* _DATA SECTION_

○ ○ ○

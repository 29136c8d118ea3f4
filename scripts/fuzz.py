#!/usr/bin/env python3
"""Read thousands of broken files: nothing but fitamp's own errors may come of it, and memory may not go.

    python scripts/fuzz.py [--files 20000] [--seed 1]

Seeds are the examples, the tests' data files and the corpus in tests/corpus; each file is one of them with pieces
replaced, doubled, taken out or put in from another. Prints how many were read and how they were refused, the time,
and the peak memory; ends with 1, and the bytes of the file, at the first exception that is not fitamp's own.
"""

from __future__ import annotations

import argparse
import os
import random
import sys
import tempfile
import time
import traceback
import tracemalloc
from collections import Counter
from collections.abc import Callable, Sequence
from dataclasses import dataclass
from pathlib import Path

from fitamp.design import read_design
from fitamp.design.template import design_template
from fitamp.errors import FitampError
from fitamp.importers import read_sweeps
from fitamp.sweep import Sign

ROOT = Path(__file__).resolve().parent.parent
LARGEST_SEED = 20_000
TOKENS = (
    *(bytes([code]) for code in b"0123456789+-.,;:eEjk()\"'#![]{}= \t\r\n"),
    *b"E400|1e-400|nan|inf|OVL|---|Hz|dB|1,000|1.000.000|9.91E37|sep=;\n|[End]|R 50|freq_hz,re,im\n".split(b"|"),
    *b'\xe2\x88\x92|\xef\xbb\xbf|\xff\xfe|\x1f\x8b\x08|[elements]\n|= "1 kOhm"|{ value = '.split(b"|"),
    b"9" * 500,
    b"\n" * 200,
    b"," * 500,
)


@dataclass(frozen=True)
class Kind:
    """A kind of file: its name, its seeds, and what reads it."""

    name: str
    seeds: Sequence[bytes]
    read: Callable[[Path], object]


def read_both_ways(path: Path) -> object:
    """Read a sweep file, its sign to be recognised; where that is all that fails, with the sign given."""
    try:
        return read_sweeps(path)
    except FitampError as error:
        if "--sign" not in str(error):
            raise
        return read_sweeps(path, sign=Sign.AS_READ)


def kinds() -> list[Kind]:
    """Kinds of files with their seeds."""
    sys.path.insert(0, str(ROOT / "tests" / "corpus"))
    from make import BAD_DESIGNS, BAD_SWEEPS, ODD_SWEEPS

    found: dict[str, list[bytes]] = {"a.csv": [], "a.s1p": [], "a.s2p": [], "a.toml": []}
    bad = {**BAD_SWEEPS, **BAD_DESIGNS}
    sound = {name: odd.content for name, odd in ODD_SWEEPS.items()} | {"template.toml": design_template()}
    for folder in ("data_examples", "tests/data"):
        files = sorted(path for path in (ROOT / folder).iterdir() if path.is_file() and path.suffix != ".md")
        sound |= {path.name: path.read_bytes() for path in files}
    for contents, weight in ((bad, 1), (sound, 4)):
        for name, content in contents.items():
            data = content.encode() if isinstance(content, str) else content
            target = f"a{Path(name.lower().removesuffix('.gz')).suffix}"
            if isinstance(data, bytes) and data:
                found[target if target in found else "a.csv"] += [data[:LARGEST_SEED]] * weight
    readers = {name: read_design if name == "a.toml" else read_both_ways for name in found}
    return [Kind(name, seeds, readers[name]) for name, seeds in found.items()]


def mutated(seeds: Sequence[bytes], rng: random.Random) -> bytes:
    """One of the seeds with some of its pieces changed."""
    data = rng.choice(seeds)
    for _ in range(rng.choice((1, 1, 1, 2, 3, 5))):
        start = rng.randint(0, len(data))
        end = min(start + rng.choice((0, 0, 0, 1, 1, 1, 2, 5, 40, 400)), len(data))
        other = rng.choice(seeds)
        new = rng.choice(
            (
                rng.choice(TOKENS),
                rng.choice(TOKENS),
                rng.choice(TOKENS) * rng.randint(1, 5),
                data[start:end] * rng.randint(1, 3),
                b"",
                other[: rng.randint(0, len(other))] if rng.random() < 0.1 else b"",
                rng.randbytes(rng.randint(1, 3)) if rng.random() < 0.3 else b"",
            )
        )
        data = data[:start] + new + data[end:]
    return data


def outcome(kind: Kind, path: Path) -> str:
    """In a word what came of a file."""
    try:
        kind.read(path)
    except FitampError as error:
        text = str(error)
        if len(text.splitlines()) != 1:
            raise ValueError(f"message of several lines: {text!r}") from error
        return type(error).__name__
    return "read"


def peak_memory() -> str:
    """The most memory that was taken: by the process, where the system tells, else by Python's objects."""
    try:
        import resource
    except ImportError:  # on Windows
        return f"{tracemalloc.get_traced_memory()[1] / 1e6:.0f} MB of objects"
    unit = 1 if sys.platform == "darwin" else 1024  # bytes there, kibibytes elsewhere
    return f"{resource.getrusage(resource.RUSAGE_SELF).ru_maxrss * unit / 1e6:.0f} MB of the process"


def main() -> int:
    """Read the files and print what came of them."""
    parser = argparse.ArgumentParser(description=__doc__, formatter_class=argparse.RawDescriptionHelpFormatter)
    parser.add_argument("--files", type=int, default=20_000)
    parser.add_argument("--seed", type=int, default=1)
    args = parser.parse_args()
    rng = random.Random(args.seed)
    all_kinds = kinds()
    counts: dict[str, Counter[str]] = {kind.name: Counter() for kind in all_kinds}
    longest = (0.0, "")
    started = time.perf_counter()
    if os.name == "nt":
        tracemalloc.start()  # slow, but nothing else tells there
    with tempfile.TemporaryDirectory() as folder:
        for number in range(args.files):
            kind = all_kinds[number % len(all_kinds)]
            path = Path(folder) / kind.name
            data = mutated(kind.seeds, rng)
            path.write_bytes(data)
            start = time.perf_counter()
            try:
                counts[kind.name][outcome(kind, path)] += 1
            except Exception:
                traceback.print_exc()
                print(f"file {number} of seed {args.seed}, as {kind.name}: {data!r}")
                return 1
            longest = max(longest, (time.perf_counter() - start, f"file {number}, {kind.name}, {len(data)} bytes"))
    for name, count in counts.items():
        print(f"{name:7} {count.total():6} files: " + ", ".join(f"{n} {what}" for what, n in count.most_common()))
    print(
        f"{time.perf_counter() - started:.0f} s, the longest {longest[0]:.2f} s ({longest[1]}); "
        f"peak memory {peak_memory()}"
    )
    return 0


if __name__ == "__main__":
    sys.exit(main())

○ ○ ○

* _DIRECTIONS FOR THIS TASK_
Copy every line of the data above, beginning with the first and ending with the line that contains "import random", and give nothing more.

* _OUTPUT FOR THIS EXERCISE_
repository 29136c8d118ea3f4
filename scripts/fuzz.py
#!/usr/bin/env python3
"""Read thousands of broken files: nothing but fitamp's own errors may come of it, and memory may not go.

    python scripts/fuzz.py [--files 20000] [--seed 1]

Seeds are the examples, the tests' data files and the corpus in tests/corpus; each file is one of them with pieces
replaced, doubled, taken out or put in from another. Prints how many were read and how they were refused, the time,
and the peak memory; ends with 1, and the bytes of the file, at the first exception that is not fitamp's own.
"""

from __future__ import annotations

import argparse
import os
import random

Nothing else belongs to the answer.